En el siglo XX, la tendencia central del Movimiento Moderno es el establecer una alianza entre el componente espiritual del artista y una práctica social objetiva. Durante la primera mitad de ese siglo, la crítica de arte se ve profundamente influida por la psicología, el psicoanálisis, la lingüística, el marxismo y la antropología. Pero a partir de los sesenta las influencias provienen principalmente de dos vertientes, la liberal representada por filósofos como Gaston Bachelard (1884-1962), Karl Popper (1902-1994), Hannah Arendt (1906-1975) o Isaiah Berlin (1909-1997), y la post-estructuralista con filósofos como Michel Foucault (1926-1984), Gilles Deleuze (1925-1995) o Jacques Derrida (1930-2004), quienes encabezan lo que en ese momento supone ser una opción a los extremos de la derecha y la izquierda.

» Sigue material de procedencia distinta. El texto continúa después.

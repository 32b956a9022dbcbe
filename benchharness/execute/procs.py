"""Which processes are ours: identities recorded beside process ids, checked before any signal.

A process id alone names whatever process holds it now: ids are reused (with
``pid_max`` 32768 they wrap within minutes on a busy machine), so a record that
outlives its process could make the harness signal an unrelated one. Every id
benchharness keeps for later use is therefore recorded with the process's
start time — field 22 of ``/proc/PID/stat``, in clock ticks since boot
(proc(5)) — and the boot id (``/proc/sys/kernel/random/boot_id``). Two
processes alive at different moments of one boot never share both the id and
the start time; a check compares them and signals nothing when they differ.

Where the start time cannot be read at the moment of recording without
delaying the run (the launcher, between spawn and wait), the launcher records
the boot clock just before and just after the spawn: the child's start time
lies between the two, and no other process can have held the id in that
interval, since the child held it.

The signal itself goes through a pidfd (``pidfd_open``, Linux 5.3) opened
before the check, so the process checked is the process signalled. A process
group is signalled only while its first process — checked as above — is
alive: the group's id cannot pass to anyone else while that process holds it.
"""

from __future__ import annotations

import os
import select
import signal
from pathlib import Path

_BOOT_ID: str | None = None


def boot_id() -> str:
    """This boot's id ("" where the kernel does not say)."""
    global _BOOT_ID
    if _BOOT_ID is None:
        try:
            _BOOT_ID = Path("/proc/sys/kernel/random/boot_id").read_text().strip()
        except OSError:
            _BOOT_ID = ""
    return _BOOT_ID


def stat_fields(pid: int) -> list[bytes] | None:
    """Fields of ``/proc/PID/stat`` from field 3 (state) on, or None if there is no such process.

    The command name (field 2) is in parentheses and may itself hold ``)`` and
    spaces, so the fields are taken after the last ``)``.
    """
    try:
        with open(f"/proc/{int(pid)}/stat", "rb") as fh:
            data = fh.read()
    except (OSError, ValueError):
        return None
    return data[data.rfind(b")") + 2:].split()


def start_ticks(pid: int) -> int | None:
    """Start time of ``pid`` in clock ticks after boot (stat field 22), or None."""
    f = stat_fields(pid)
    try:
        return int(f[19]) if f else None
    except (IndexError, ValueError):
        return None


def identity(pid: int) -> dict | None:
    """``{"pid", "start", "boot"}`` of a live process, to record beside its id."""
    start = start_ticks(pid)
    if start is None:
        return None
    return {"pid": int(pid), "start": start, "boot": boot_id()}


def _state(f: list[bytes]) -> bytes:
    return f[0][:1]


def matches(pid, start_lo, start_hi=None, boot: str | None = None) -> bool:
    """Whether ``pid`` is alive (not a zombie) and started within [start_lo, start_hi]
    ticks of the boot ``boot`` (None: this boot)."""
    try:
        pid = int(pid)
        lo = int(start_lo)
        hi = lo if start_hi is None else int(start_hi)
    except (TypeError, ValueError):
        return False
    if pid <= 1 or (boot is not None and boot != boot_id()):
        return False
    f = stat_fields(pid)
    if not f or _state(f) in (b"Z", b"X"):
        return False
    try:
        return lo <= int(f[19]) <= hi
    except (IndexError, ValueError):
        return False


def owner_alive(info) -> bool:
    """Whether a recorded ``{"pid", "start", "boot"}`` still names a live process."""
    if not isinstance(info, dict):
        return False
    return matches(info.get("pid"), info.get("start"), boot=info.get("boot"))


def _open_checked(pid: int, lo, hi) -> int | None:
    """A pidfd of ``pid`` if it is the process recorded, else None."""
    try:
        fd = os.pidfd_open(int(pid))
    except (OSError, ValueError, TypeError, AttributeError):
        return None
    # Checked after the pidfd is open: if the id passed to another process in
    # between, the check fails, and the pidfd never signals the newcomer.
    if matches(pid, lo, hi):
        return fd
    os.close(fd)
    return None


def kill_checked(pid: int, lo, hi=None, wait_s: float = 0.0) -> bool:
    """SIGKILL ``pid`` if it is the process recorded (see `matches`); True if signalled.

    ``wait_s``: then wait up to that long for it to be gone.
    """
    fd = _open_checked(pid, lo, hi)
    if fd is None:
        return False
    try:
        try:
            signal.pidfd_send_signal(fd, signal.SIGKILL)
        except OSError:
            return False
        if wait_s > 0:
            p = select.poll()
            p.register(fd, select.POLLIN)
            p.poll(int(wait_s * 1000))
        return True
    finally:
        os.close(fd)


def group_members(pgid: int) -> list[int]:
    """Live processes whose process group is ``pgid`` (read from /proc)."""
    out = []
    key = str(int(pgid)).encode()
    try:
        names = os.listdir("/proc")
    except OSError:
        return out
    for name in names:
        if not name.isdigit():
            continue
        f = stat_fields(int(name))
        if f and len(f) > 2 and f[2] == key and _state(f) not in (b"Z", b"X"):
            out.append(int(name))
    return out


def kill_group_checked(pgid: int, lo, hi=None) -> str:
    """SIGKILL the process group whose first process is ``pgid`` and started within
    [lo, hi] ticks. Returns ``"killed"``, ``"gone"`` (nothing left of it),
    ``"other"`` (the id now names another process: nothing signalled) or
    ``"leaderless"`` (its first process is gone but others of the group remain:
    they cannot be told from an unrelated group that took the id, so nothing is
    signalled)."""
    fd = _open_checked(pgid, lo, hi)
    if fd is None:
        if start_ticks(pgid) is not None and not _is_zombie(pgid):
            return "other"
        return "leaderless" if group_members(pgid) else "gone"
    try:
        # The first process is ours and alive (the pidfd says it has not exited),
        # so the group id is still ours: signal the group, then that process.
        p = select.poll()
        p.register(fd, select.POLLIN)
        if p.poll(0):
            return "leaderless" if group_members(pgid) else "gone"
        try:
            os.killpg(int(pgid), signal.SIGKILL)
        except ProcessLookupError:
            return "gone"
        except PermissionError:
            return "other"
        try:
            signal.pidfd_send_signal(fd, signal.SIGKILL)
        except OSError:
            pass
        return "killed"
    finally:
        os.close(fd)


def parent_of(pid) -> int | None:
    """The parent process id of ``pid`` (stat field 4), or None."""
    try:
        f = stat_fields(int(pid))
        return int(f[1]) if f else None
    except (IndexError, ValueError, TypeError):
        return None


def _is_zombie(pid: int) -> bool:
    f = stat_fields(pid)
    return bool(f) and _state(f) in (b"Z", b"X")


def cmdline(pid: int) -> bytes:
    try:
        with open(f"/proc/{int(pid)}/cmdline", "rb") as fh:
            return fh.read()
    except (OSError, ValueError):
        return b""


__all__ = ["boot_id", "start_ticks", "identity", "matches", "owner_alive", "kill_checked",
           "kill_group_checked", "group_members", "cmdline", "stat_fields", "parent_of"]
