def test_duplicate_lines_are_set_aside_not_counted(folder, measured, tmp_path):
    (tmp_path / "clean").mkdir()
    clean = analysis_json(measured, tmp_path / "clean")
    p = folder / "runs.jsonl"
    text = p.read_text()
    x_lines = [ln for ln in text.splitlines() if _json.loads(ln)["levels"]["a"] == "x"]
    with open(p, "a") as fh:  # three of cell x's five runs written twice
        fh.write("\n".join(x_lines[:3]) + "\n")
    an = analysis_json(folder, tmp_path)
    # the cell keeps its 5 runs (it showed 8) and the residual df stays that of 10 runs (8)
    n = {m["levels"]["a"]: m["n"] for m in an["means"] if m["term"] == "a"}
    assert n == {"x": 5, "y": 5}
    assert an["counts"]["df_resid"] == clean["counts"]["df_resid"] == 8
    assert an["counts"]["rows"] == 10
    assert any("3 lines repeat a run already recorded" in n and "not counted" in n
               for n in an["notes"]), an["notes"]
    # resume sets them aside in a file of their own: nothing deleted
    before = p.read_bytes()
    proc = run_main("run", "--resume", folder, "--quiet", "--no-analysis", timeout=120)
    assert proc.returncode == 0, proc.stderr
    assert "moved to runs.jsonl.duplicates" in proc.stdout + proc.stderr
    side = (folder / "runs.jsonl.duplicates").read_bytes()
    assert len(p.read_text().splitlines()) == 10
    assert sorted(p.read_bytes().splitlines() + side.splitlines()) == \
        sorted(before.splitlines())
    assert sum(1 for _ in open(folder / "runs.csv")) == 11  # header + 10 runs


def test_garbage_session_json(folder, tmp_path):
    (folder / "session.json").write_text("{not json")
    proc = run_main("run", "--resume", folder, "--quiet", timeout=LIMIT_S * 2)
    one_line_error(proc, f"{folder}/session.json: damaged", "put back the file",
                   f"benchharness analyze {folder}")
    (folder / "session.json").write_text("[1, 2]")
    proc = run_main("run", "--resume", folder, "--quiet", timeout=LIMIT_S * 2)
    one_line_error(proc, f"{folder}/session.json: damaged")
    # the measured runs stay readable
    an = analysis_json(folder, tmp_path)
    assert an["counts"]["rows"] == 10
    assert any("session.json is damaged" in n for n in an["notes"])


@pytest.mark.parametrize("text,where,words", [
    ("garbage\n", ":1:", "no column 'run'"),
    ("run,position,block,replicate,warmup,a\n0,0,1,one,false,x\n", ":2:", "'one'"),
    ("run,position,block,replicate,warmup,a\n0,0,1,1,false\n", ":2:", "one value per column"),
    ("run,position,block,replicate,warmup,b\n0,0,1,1,false,x\n", ":1:", "no column 'a'"),
    ("run,position,block,replicate,warmup,a\n0,0,1,1,false,x\n0,1,1,2,false,y\n", ":3:",
     "planned twice"),
])
def test_garbage_plan_csv(folder, text, where, words):
    (folder / "plan.csv").write_text(text)
    before = (folder / "runs.jsonl").read_bytes()
    proc = run_main("run", "--resume", folder, "--quiet", timeout=LIMIT_S * 2)
    one_line_error(proc, f"{folder}/plan.csv{where}", words, "put back the file")
    assert (folder / "runs.jsonl").read_bytes() == before
    proc = run_main("analyze", folder, timeout=LIMIT_S * 2)
    assert proc.returncode == 0, proc.stderr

Esta gran variedad de enfoques que aducen fundarse en visiones científicas de la realidad, que arguyen que la ciencia no está exenta de las influencias de los movimientos espirituales, o que reducen el estudio de la realidad al estudio del lenguaje o del conocimiento, generan directa o indirectamente en la crítica de arte, en la crítica de arquitectura, actitudes tanto racionales como irracionales, tanto empíricas como metafísicas. De ahí que a veces la crítica sea proclive a estatuir la idea de una ciencia del arte completamente diferente a la ciencia de la naturaleza. Es decir, una ciencia en que lo irracional vaya de la mano de lo racional, o lo empírico de lo retórico. Pero no podemos de ningún modo considerar esta proclividad —a veces ecléctica, a veces relativista— como la única y mejor manera de ver el arte. Es preferible en todo caso admitir que el debate en cuestión sigue su curso, que aún no se ha dicho la última palabra. Lo que si no debemos permitir es que la crítica se vuelva una simulación, una parodia barata en la que el esfuerzo y el estudio cedan su lugar a la palabrería. La crítica simulada sólo busca minar el derecho y la libertad de los individuos a expresar sistemáticamente su disentimiento, a sostener rigurosa y racionalmente sus propios puntos de vista.